═══ Records ═══
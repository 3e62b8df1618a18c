# %% [markdown]
"""A quantity on average over an ensemble of tables, and how much its members differ.

The scatter over the members is told apart into what the ensemble does (``between``, with an interval of 95 %) and what
the finite number of orbits of each table adds (``within``).  With ``--to`` the averages are drawn: the dark band is
the error of the mean, the light one the scatter between members.

    python scripts/studies/ensemble_average.py random_ensemble.zarr --to rough.pdf
"""

# %%
from __future__ import annotations

from collections.abc import Sequence
from pathlib import Path

import xarray as xr
from study_tools import answer, check_figure, open_selected, print_rows, store_parser

from scanner.analysis import swept_parameters
from scanner.errors import ScannerError
from scanner.statistics import ensemble_average


# %%
def draw(averages: xr.Dataset, quantity: xr.DataArray, target: Path) -> None:
    """Draw the mean against the one parameter that is left."""
    import matplotlib

    from scanner.figures.colours import BLUE
    from scanner.figures.drawing import save_figure
    from scanner.figures.labels import parameter_label, quantity_label
    from scanner.figures.style import STYLE, add_legend, figure_of, new_axes

    (along,) = averages["mean"].dims
    places, mean = averages[along].values, averages["mean"].values
    with matplotlib.rc_context(STYLE):
        axes = new_axes("single", 1.0)
        line = axes.plot(places, mean, color=BLUE, marker=".", label="mean over members")
        bands = [
            axes.fill_between(places, mean - width, mean + width, color=BLUE, alpha=shade, linewidth=0, label=text)
            for width, shade, text in (
                (averages["stderr"].values, 0.5, "error of the mean"),
                (averages["between"].values, 0.15, "between members"),
            )
        ]
        axes.set_xlabel(parameter_label(str(along)))
        axes.set_ylabel(quantity_label(quantity))
        add_legend(axes, [*line, *bands])
    save_figure(figure_of(axes), target)


# %%
def main(arguments: Sequence[str] | None = None) -> None:
    """Print one row for each combination of the parameters that are left, and draw them if asked to."""
    parser = store_parser(__doc__)
    parser.add_argument("--quantity", default="regular_area_fraction", metavar="VARIABLE",
                        help="a variable of tables with a standard error (default: %(default)s)")  # fmt: skip
    parser.add_argument("--over", default="realisation", help="the ensemble's parameter (default: %(default)s)")
    parser.add_argument("--to", type=Path, metavar="FILE", help="draw into a new .png, .pdf or .svg")
    options = parser.parse_args(arguments)
    if options.to:
        check_figure(options.to)
    root = open_selected(options.store, options.select).to_dataset()
    names = swept_parameters(root)
    if options.over not in names:
        raise ScannerError(f"--over {options.over}: not one of the swept parameters {', '.join(names) or '(none)'}")
    known = [str(name) for name in root.data_vars if f"{name}_stderr" in root and set(root[name].dims) == set(names)]
    if options.quantity not in known:
        raise ScannerError(f"{options.quantity} has no standard error of its own: choose from {', '.join(known)}")
    quantity = root[options.quantity].load()
    averages = ensemble_average(quantity, root[f"{options.quantity}_stderr"].load(), [options.over])
    left = [name for name in names if name != options.over]
    if options.to and len(left) != 1:
        raise ScannerError(f"a figure needs one parameter besides {options.over}, there are {len(left)}: use --select")
    held = averages.reset_coords(drop=True)
    table = held.to_dataframe(dim_order=left).reset_index() if left else held.to_pandas().to_frame().T
    print(f"{options.quantity}, average over {options.over}")
    print_rows(table.to_dict("records"))
    if options.to:
        draw(averages, quantity, options.to)


# %%
if __name__ == "__main__":
    answer(main, example=["../../out/random_ensemble.zarr"])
═══
Exercise: Return each entry without altering a single word.

Result of this exercise:
repository 3e62b8df1618a18c
# %% [markdown]
"""A quantity on average over an ensemble of tables, and how much its members differ.

The scatter over the members is told apart into what the ensemble does (``between``, with an interval of 95 %) and what
the finite number of orbits of each table adds (``within``).  With ``--to`` the averages are drawn: the dark band is
the error of the mean, the light one the scatter between members.

    python scripts/studies/ensemble_average.py random_ensemble.zarr --to rough.pdf
"""

# %%
from __future__ import annotations

from collections.abc import Sequence
from pathlib import Path

import xarray as xr
from study_tools import answer, check_figure, open_selected, print_rows, store_parser

from scanner.analysis import swept_parameters
from scanner.errors import ScannerError
from scanner.statistics import ensemble_average


# %%
def draw(averages: xr.Dataset, quantity: xr.DataArray, target: Path) -> None:
    """Draw the mean against the one parameter that is left."""
    import matplotlib

    from scanner.figures.colours import BLUE
    from scanner.figures.drawing import save_figure
    from scanner.figures.labels import parameter_label, quantity_label
    from scanner.figures.style import STYLE, add_legend, figure_of, new_axes

    (along,) = averages["mean"].dims
    places, mean = averages[along].values, averages["mean"].values
    with matplotlib.rc_context(STYLE):
        axes = new_axes("single", 1.0)
        line = axes.plot(places, mean, color=BLUE, marker=".", label="mean over members")
        bands = [
            axes.fill_between(places, mean - width, mean + width, color=BLUE, alpha=shade, linewidth=0, label=text)
            for width, shade, text in (
                (averages["stderr"].values, 0.5, "error of the mean"),
                (averages["between"].values, 0.15, "between members"),
            )
        ]
        axes.set_xlabel(parameter_label(str(along)))
        axes.set_ylabel(quantity_label(quantity))
        add_legend(axes, [*line, *bands])
    save_figure(figure_of(axes), target)


# %%
def main(arguments: Sequence[str] | None = None) -> None:
    """Print one row for each combination of the parameters that are left, and draw them if asked to."""
    parser = store_parser(__doc__)
    parser.add_argument("--quantity", default="regular_area_fraction", metavar="VARIABLE",
                        help="a variable of tables with a standard error (default: %(default)s)")  # fmt: skip
    parser.add_argument("--over", default="realisation", help="the ensemble's parameter (default: %(default)s)")
    parser.add_argument("--to", type=Path, metavar="FILE", help="draw into a new .png, .pdf or .svg")
    options = parser.parse_args(arguments)
    if options.to:
        check_figure(options.to)
    root = open_selected(options.store, options.select).to_dataset()
    names = swept_parameters(root)
    if options.over not in names:
        raise ScannerError(f"--over {options.over}: not one of the swept parameters {', '.join(names) or '(none)'}")
    known = [str(name) for name in root.data_vars if f"{name}_stderr" in root and set(root[name].dims) == set(names)]
    if options.quantity not in known:
        raise ScannerError(f"{options.quantity} has no standard error of its own: choose from {', '.join(known)}")
    quantity = root[options.quantity].load()
    averages = ensemble_average(quantity, root[f"{options.quantity}_stderr"].load(), [options.over])
    left = [name for name in names if name != options.over]
    if options.to and len(left) != 1:
        raise ScannerError(f"a figure needs one parameter besides {options.over}, there are {len(left)}: use --select")
    held = averages.reset_coords(drop=True)
    table = held.to_dataframe(dim_order=left).reset_index() if left else held.to_pandas().to_frame().T
    print(f"{options.quantity}, average over {options.over}")
    print_rows(table.to_dict("records"))
    if options.to:
        draw(averages, quantity, options.to)


# %%
if __name__ == "__main__":
    answer(main, example=["../../out/random_ensemble.zarr"])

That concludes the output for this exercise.